When it comes to drinking craft brews, it is a lot like tobacco. You don't start out with an Imperial IPA or some Hop Monster IPA. You need to ease into it and develop your palate. Where I live, there is no shortage of craft beer available, being that you are in the UK though, I am not sure what you have available. I would start by getting a mellow(s) IPA, Strong American Ale, Pilsner, Stout, Lager and see what characteristics you like in each.

A few of my favorite Brit Beers are:

*Samuel Smith Anything.* Seriously a great brewery. Their oatmeal stout is to die for. 
*Buxton Imperial Black*
*Young's Double Chocolate Stout*
*Thornbridge Hall Bracia*
*Oakham Green Devil IPA*

Being that you are form the UK, I am assuming that you have had *Newcastle* already. But if not, that is another brewery that you really can't go wrong with. You Brits make some damn fine beer! :thumb:


----------



## Indy-hp (Feb 22, 2014)

Most folks first starting out tend enjoy a flavorful lighter beer like a pilsner or lager. If you are in the UK, I would suggest trying:

Bass
Beck's
Amstel
Heineken
Stella Artois


----------



## Jordon Brooker (Jul 2, 2014)

Indy-hp said:


> Most folks first starting out tend enjoy a flavorful lighter beer like a pilsner or lager. If you are in the UK, I would suggest trying:
> 
> Bass
> Beck's
> ...


I was wondering if trying some of the more "Popular" brands are the way forward and perhaps I was diving in the deep end.


----------



## anthony d (May 10, 2014)

Stella, Newcastle, and Sam Smith are good beers to try for sure,


----------



## beercritic (Feb 13, 2011)

Some good light beers include Pilsner Urquell, a Kölsh (style) & Berliner Kindle Weiss (if you like the taste of Sweet Tarts), Negra Modelo (Unbeatable with Mexican food), Lindeman's Kriek (sweet & sour cherry beer), Anchor Steam. I preferred the more assertive IPAs.

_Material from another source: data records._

using Hull.Server.Curation;

namespace Hull.Server.Mapping;

/// <summary>Curation records between the Store's texts and the wire.</summary>
public static class CurationWireMapping
{
    public static Protos.V1.CurationRecord ToWire(string dataset, long version, Store.CurationRecord record)
    {
        var wire = new Protos.V1.CurationRecord
        {
            Dataset = dataset,
            Version = version,
            SourceDataset = record.SourceDataset,
            SourceVersion = record.SourceVersion,
            SourceSha256 = record.SourceSha256,
            RecipeJson = record.RecipeJson,
        };
        wire.Steps.AddRange(CurationStepsJson.Read(record.StepsJson).Select(s => new Protos.V1.CurationStepCount
        {
            Number = s.Number,
            Kind = s.Kind,
            ParametersJson = s.Parameters.ToJsonString(),
            EntriesBefore = s.EntriesBefore,
            RemovedCount = s.Removed,
            ChangedCount = s.Changed,
        }));
        return wire;
    }
}
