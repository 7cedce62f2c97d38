using Hull.Core.Figures;
using Hull.Server.Caching;

namespace Hull.Server.Mapping;

/// <summary>A figure's provenance from the version it was drawn from, naming the correction set when the version has one.</summary>
public static class FigureSource
{
    public static FigureMetadata Of(VersionRef version) => new(version.Dataset, version.Version, version.Fingerprint,
        version.Corrections is { } c ? $"{c.Label} from version {c.SourceVersion}" : null);
}
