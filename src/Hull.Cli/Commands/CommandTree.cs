using System.CommandLine;
using System.Globalization;
using Grpc.Core;
using Hull.Cli.Demo;
using Hull.Cli.Input;
using Hull.Cli.Output;
using Hull.Protos.V1;

namespace Hull.Cli.Commands;
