using Hull.Core.Thermo;
using Hull.Core.Thermo.Gases;
using Hull.Core.Windows;
using Hull.Protos.V1;
using Hull.Server.Errors;
using CoreGasCondition = Hull.Core.Windows.GasCondition;
using WindowGasMolecule = Hull.Core.Windows.WindowGasMolecule;
using WireGasMolecule = Hull.Protos.V1.WindowGasMolecule;
using ElementReference = Hull.Core.Thermo.ElementReference;
using WireGasCondition = Hull.Protos.V1.GasCondition;

namespace Hull.Server.Mapping;

/// <summary>Gas conditions of window calls: (T, p) of a gas as a fixed potential, and vertices' Δμ as (T, p).</summary>
public static class WindowGasMapping
{
    /// <summary>
    /// How the request wants gas elements' potentials shown (neither temperature nor pressure set: not at all), and
    /// which gases are read through a computed molecule (by element; empty until <see cref="Against"/> gives them
    /// the dataset's references).
    /// </summary>
    public sealed record Display(double? AtTemperatureK, double? AtPressureBar, IReadOnlyDictionary<string, WindowGasMolecule> Molecules)
    {
        private static readonly IReadOnlyDictionary<string, WindowGasMolecule> NoMolecules = new Dictionary<string, WindowGasMolecule>();

        public static Display None { get; } = new(null, null, NoMolecules);

        /// <summary>The request's computed molecules, checked for gas and energies; their dataset references come later.</summary>
        internal IReadOnlyList<(int Index, GasSpecies Species, double MoleculeEnergyEv, double ZeroPointEnergyEv)> Requested { get; init; } = [];

        /// <summary>
        /// The display with each requested molecule measured from the dataset's reference for its element.
        /// </summary>
        /// <param name="references">The elemental references of the hulls the answer uses.</param>
        /// <param name="elements">The answer's elements (the system's, and any dopant's).</param>
        /// <param name="where">The dataset version, for the error text.</param>
        /// <exception cref="Grpc.Core.RpcException">A molecule's element outside the answer (INVALID_ARGUMENT), or without a reference in the dataset (FAILED_PRECONDITION).</exception>
        public Display Against(IEnumerable<ElementReference> references, IReadOnlyCollection<string> elements, string where)
        {
            if (Requested.Count == 0) return this;
            var byElement = new Dictionary<string, double>(StringComparer.Ordinal);
            foreach (ElementReference r in references) byElement.TryAdd(r.Symbol, r.TotalEnergyEvPerAtom);
            var molecules = new Dictionary<string, WindowGasMolecule>(StringComparer.Ordinal);
            foreach ((int index, GasSpecies species, double energy, double zeroPoint) in Requested)
            {
                string field = $"settings.gas_molecules[{index}]";
                if (!elements.Contains(species.Element))
                {
                    throw RpcErrors.InvalidArgument($"{field}.gas", $"a {species.Formula} molecule is given, but {species.Element} is not an element of this answer ({string.Join(", ", elements)})");
                }

                if (!byElement.TryGetValue(species.Element, out double reference))
                {
                    throw RpcErrors.MissingElementalReference(species.Element,
                        $"a computed {species.Formula} molecule ({field}) is measured from the dataset's total-energy reference for {species.Element}, but {where} has none: "
                        + $"import a pure-{species.Element} entry with a total energy, or leave {species.Formula} out of gas_molecules");
                }

                molecules[species.Element] = Core(() => WindowGasMolecule.Of(species, energy, zeroPoint, reference), $"{field}.molecule_energy_ev");
            }

            return this with { Molecules = molecules };
        }
    }

    /// <exception cref="Grpc.Core.RpcException">
    /// A pressure that is not a positive number, a temperature that is not finite; a molecule of an unknown gas, given
    /// twice, or with a non-finite energy or a negative zero-point energy.
    /// </exception>
    public static Display DisplayOf(WindowSettings? settings)
    {
        if (settings is null) return Display.None;
        double? t = settings.HasGasAtTemperatureK ? settings.GasAtTemperatureK : null;
        double? p = settings.HasGasAtPressureBar ? settings.GasAtPressureBar : null;
        if (t is double tk && !(double.IsFinite(tk) && tk > 0)) throw RpcErrors.InvalidArgument("settings.gas_at_temperature_k", $"the temperature must be a positive number of K, not {tk}");
        if (p is double pb && !(double.IsFinite(pb) && pb > 0)) throw RpcErrors.InvalidArgument("settings.gas_at_pressure_bar", $"the pressure must be a positive number of bar, not {pb}");
        var requested = new List<(int, GasSpecies, double, double)>();
        for (int i = 0; i < settings.GasMolecules.Count; i++)
        {
            WireGasMolecule m = settings.GasMolecules[i];
            string field = $"settings.gas_molecules[{i}]";
            if (!GasTables.TryGet(m.Gas, out GasSpecies species))
            {
                throw RpcErrors.InvalidArgument($"{field}.gas", $"'{m.Gas}' is not a gas with tables here; a computed molecule is for one of {string.Join(", ", GasTables.All.Select(s => s.Formula))}");
            }

            if (requested.Any(r => r.Item2 == species)) throw RpcErrors.InvalidArgument($"{field}.gas", $"{species.Formula}'s molecule is given twice");
            string energyField = double.IsFinite(m.MoleculeEnergyEv) ? $"{field}.zero_point_energy_ev" : $"{field}.molecule_energy_ev";
            _ = Core(() => GasReference.ComputedMolecule(m.MoleculeEnergyEv, m.ZeroPointEnergyEv), energyField);
            requested.Add((i, species, m.MoleculeEnergyEv, m.ZeroPointEnergyEv));
        }

        return new Display(t, p, Display.None.Molecules) { Requested = requested };
    }

    /// <summary>
    /// Adds each gas's Δμ at its (T, p) to <paramref name="into"/> (element → Δμ, eV), through the display's
    /// computed molecule for that gas when there is one.
    /// </summary>
    /// <exception cref="Grpc.Core.RpcException">An unknown gas, a temperature outside its table, a bad pressure, an element fixed twice.</exception>
    public static void AddFixed(IReadOnlyList<GasPotential> gases, string field, IDictionary<string, double> into, Display display)
    {
        for (int i = 0; i < gases.Count; i++)
        {
            GasPotential g = gases[i];
            if (!GasTables.TryGet(g.Gas, out GasSpecies species))
            {
                throw RpcErrors.InvalidArgument($"{field}[{i}].gas", $"'{g.Gas}' is not a gas with tables here; choose one of {string.Join(", ", GasTables.All.Select(s => s.Formula))}");
            }

            if (!double.IsFinite(g.PressureBar) || g.PressureBar <= 0)
            {
                throw RpcErrors.InvalidArgument($"{field}[{i}].pressure_bar", $"the pressure of {species.Formula} must be a positive number of bar, not {g.PressureBar}");
            }

            double deltaMu;
            try
            {
                deltaMu = WindowGasConditions.DeltaMu(species, g.TemperatureK, g.PressureBar, display.Molecules.GetValueOrDefault(species.Element));
            }
            catch (ThermoInputException e)
            {
                throw RpcErrors.InvalidArgument($"{field}[{i}].temperature_k", e.Message);
            }

            if (!into.TryAdd(species.Element, deltaMu))
            {
                throw RpcErrors.InvalidArgument($"{field}[{i}].gas", $"{species.Element} is fixed twice (by a potential and by {species.Formula}, or by two gases)");
            }
        }
    }

    /// <summary>The gas conditions of one vertex, as the display asks.</summary>
    /// <exception cref="Grpc.Core.RpcException">The display's temperature lies outside a gas's table.</exception>
    public static IEnumerable<WireGasCondition> ToWire(IReadOnlyList<string> elements, IReadOnlyList<double> potentials, Display display)
    {
        IReadOnlyList<CoreGasCondition> conditions;
        try
        {
            conditions = WindowGasConditions.At(elements, potentials, display.AtTemperatureK, display.AtPressureBar, display.Molecules);
        }
        catch (ThermoInputException e)
        {
            throw RpcErrors.InvalidArgument("settings.gas_at_temperature_k", e.Message);
        }

        foreach (CoreGasCondition c in conditions)
        {
            var wire = new WireGasCondition { Element = c.Element, Gas = c.Gas, DeltaMuEv = c.DeltaMuEvPerAtom, ComputedMolecule = c.ComputedMolecule };
            if (c.Pressure is { } p)
            {
                wire.PressureBar = p.PressureBar;
                wire.Log10PressureBar = p.Log10PressureBar;
            }

            if (c.Temperature is { } t)
            {
                if (t.IsConverged) wire.TemperatureK = t.TemperatureK;
                wire.TemperatureStatus = StatusToken(t.Status);
            }

            yield return wire;
        }
    }

    /// <summary>Runs a Core check and turns its input error into INVALID_ARGUMENT on <paramref name="field"/>.</summary>
    private static T Core<T>(Func<T> check, string field)
    {
        try
        {
            return check();
        }
        catch (ThermoInputException e)
        {
            throw RpcErrors.InvalidArgument(field, e.Message);
        }
    }

    private static string StatusToken(TemperatureSolveStatus status) => status switch
    {
        TemperatureSolveStatus.Converged => "converged",
        TemperatureSolveStatus.NoSignChangeInRange => "no_sign_change_in_range",
        TemperatureSolveStatus.NonFiniteValue => "non_finite_value",
        _ => "step_limit_reached",
    };
}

For the folks complaining about Dogfish Head 120 minute IPA, THAT stuff is supposed to age for a decade. It becomes wonderful.


----------



## anthony d (May 10, 2014)

beercritic said:


> Some good light beers include Pilsner Urquell, a Kölsh (style) & Berliner Kindle Weiss (if you like the taste of Sweet Tarts), Negra Modelo (Unbeatable with Mexican food), Lindeman's Kriek (sweet & sour cherry beer), Anchor Steam. I preferred the more assertive IPAs.
> 
> For the folks complaining about Dogfish Head 120 minute IPA, THAT stuff is supposed to age for a decade. It becomes wonderful.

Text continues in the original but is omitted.